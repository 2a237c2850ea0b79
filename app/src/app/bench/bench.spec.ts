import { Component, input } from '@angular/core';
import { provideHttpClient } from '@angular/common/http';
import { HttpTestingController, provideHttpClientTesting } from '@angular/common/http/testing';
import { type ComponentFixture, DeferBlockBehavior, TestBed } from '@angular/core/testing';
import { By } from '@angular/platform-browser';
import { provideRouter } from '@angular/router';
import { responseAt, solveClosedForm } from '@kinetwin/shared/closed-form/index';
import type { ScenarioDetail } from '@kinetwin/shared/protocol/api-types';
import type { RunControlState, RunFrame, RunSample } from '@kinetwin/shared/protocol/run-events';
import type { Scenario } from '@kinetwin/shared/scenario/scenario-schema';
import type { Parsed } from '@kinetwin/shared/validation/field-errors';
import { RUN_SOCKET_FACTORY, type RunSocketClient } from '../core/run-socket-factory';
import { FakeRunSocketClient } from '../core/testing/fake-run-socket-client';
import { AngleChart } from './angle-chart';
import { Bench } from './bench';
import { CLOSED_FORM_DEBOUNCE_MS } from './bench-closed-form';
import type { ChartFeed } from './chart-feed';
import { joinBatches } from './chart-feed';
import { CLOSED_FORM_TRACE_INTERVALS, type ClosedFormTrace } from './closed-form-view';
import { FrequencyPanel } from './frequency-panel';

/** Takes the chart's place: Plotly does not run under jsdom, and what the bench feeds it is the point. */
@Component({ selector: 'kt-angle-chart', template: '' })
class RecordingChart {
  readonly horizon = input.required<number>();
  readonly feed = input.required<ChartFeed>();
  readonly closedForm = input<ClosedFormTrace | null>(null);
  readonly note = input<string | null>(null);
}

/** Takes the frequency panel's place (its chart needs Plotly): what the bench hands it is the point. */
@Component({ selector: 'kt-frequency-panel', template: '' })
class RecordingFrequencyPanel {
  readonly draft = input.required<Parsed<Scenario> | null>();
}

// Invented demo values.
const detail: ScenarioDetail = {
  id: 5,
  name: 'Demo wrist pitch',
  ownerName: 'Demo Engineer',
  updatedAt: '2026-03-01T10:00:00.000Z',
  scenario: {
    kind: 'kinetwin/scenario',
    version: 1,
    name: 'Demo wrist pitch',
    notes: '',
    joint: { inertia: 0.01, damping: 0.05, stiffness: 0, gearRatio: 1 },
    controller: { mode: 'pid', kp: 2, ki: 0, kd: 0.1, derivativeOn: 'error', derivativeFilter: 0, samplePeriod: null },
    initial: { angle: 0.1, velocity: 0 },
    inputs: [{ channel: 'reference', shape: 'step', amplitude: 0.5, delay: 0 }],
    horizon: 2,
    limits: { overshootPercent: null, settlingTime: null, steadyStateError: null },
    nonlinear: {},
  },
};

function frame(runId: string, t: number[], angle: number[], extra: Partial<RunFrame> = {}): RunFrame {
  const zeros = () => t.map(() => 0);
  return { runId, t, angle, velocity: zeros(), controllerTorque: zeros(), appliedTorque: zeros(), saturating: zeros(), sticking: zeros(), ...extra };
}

...

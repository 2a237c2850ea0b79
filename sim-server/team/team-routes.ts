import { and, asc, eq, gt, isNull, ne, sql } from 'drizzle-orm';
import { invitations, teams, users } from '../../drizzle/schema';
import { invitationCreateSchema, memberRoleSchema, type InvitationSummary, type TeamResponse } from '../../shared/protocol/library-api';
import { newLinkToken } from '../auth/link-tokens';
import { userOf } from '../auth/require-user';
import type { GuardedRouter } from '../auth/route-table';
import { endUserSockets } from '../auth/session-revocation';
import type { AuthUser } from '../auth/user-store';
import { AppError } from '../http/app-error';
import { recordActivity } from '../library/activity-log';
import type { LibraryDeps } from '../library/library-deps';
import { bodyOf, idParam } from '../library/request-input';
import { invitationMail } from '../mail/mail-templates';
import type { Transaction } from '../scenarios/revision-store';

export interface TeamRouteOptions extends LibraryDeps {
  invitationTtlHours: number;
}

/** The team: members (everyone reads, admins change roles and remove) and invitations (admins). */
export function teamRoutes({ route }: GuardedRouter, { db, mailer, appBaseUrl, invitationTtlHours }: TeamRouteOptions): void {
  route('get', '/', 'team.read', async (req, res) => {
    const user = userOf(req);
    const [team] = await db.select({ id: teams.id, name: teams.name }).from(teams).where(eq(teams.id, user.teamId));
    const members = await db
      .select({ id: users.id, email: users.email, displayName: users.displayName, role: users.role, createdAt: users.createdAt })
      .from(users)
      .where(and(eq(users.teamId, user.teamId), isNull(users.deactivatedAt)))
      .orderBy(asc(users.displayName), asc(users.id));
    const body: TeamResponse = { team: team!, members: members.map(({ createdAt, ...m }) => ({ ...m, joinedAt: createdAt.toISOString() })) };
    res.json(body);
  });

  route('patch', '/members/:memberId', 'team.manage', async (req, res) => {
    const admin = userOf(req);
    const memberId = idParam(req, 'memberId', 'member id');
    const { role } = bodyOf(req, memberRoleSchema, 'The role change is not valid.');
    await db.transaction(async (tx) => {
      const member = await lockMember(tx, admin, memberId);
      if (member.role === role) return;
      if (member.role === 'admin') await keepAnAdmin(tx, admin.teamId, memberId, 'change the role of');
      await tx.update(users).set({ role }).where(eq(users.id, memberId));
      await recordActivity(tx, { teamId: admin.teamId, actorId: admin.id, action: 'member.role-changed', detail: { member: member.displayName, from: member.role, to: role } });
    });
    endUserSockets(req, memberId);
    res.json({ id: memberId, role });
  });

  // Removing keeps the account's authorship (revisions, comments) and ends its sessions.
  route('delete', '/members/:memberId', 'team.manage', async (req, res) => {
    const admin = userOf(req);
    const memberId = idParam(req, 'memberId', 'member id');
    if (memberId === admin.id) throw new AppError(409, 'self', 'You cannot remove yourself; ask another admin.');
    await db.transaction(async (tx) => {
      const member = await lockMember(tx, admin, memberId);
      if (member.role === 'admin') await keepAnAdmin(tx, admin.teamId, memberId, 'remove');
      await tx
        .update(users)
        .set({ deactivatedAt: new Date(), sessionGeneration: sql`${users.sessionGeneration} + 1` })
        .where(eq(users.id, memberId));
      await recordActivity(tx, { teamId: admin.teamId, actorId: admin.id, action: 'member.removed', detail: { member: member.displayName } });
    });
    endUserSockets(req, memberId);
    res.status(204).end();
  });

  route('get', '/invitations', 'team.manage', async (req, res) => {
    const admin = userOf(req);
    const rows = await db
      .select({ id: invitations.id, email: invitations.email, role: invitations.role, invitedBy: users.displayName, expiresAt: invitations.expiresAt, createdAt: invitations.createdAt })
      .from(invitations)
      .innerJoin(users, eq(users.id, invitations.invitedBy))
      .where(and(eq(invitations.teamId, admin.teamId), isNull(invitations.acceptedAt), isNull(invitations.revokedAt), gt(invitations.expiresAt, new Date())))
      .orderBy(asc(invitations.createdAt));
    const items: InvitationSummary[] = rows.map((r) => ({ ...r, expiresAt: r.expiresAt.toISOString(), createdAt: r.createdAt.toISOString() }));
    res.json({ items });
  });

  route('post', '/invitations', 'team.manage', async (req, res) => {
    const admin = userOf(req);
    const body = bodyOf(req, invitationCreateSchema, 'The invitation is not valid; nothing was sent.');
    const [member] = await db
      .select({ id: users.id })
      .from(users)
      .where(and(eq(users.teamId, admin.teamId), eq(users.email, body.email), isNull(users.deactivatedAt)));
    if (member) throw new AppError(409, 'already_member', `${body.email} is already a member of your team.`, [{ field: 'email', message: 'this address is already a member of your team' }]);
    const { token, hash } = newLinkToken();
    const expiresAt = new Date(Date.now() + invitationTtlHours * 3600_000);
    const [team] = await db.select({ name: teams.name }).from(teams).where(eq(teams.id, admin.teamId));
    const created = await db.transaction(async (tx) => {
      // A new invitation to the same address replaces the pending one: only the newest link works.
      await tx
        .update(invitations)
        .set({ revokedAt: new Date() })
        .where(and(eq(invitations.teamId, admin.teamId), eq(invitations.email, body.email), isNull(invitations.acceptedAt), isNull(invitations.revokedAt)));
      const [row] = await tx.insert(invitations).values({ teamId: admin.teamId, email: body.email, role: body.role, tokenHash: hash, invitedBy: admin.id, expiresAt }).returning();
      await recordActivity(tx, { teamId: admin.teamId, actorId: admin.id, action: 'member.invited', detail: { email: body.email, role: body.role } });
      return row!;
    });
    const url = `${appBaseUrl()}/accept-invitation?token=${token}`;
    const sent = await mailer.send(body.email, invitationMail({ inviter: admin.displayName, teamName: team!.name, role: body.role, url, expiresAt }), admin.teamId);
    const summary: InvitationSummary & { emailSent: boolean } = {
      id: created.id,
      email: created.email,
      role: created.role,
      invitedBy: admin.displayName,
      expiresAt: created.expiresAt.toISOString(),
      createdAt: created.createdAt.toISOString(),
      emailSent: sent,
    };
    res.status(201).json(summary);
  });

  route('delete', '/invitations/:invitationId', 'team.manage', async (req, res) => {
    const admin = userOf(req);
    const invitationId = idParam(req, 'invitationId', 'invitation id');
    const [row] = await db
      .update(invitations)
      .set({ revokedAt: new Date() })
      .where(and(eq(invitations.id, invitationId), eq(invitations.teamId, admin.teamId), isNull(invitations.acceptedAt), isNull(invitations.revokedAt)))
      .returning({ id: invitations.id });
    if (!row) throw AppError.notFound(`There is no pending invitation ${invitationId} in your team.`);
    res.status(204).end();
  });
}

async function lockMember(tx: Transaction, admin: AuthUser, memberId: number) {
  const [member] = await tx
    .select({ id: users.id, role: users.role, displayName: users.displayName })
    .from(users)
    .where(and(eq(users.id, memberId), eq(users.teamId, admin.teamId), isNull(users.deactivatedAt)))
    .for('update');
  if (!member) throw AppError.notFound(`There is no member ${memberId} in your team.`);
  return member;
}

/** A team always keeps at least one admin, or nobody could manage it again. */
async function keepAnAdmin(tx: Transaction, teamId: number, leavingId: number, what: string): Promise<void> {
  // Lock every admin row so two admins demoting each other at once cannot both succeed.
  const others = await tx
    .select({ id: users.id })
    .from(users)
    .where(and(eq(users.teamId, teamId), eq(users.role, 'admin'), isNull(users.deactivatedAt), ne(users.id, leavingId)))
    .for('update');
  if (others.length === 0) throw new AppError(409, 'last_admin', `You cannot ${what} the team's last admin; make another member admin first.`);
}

## TASK TO COMPLETE
Search the listing above for the string "required" and return each line it appears on.

## RESPONSE TO THE TASK
  readonly horizon = input.required<number>();
  readonly feed = input.required<ChartFeed>();
  readonly draft = input.required<Parsed<Scenario> | null>();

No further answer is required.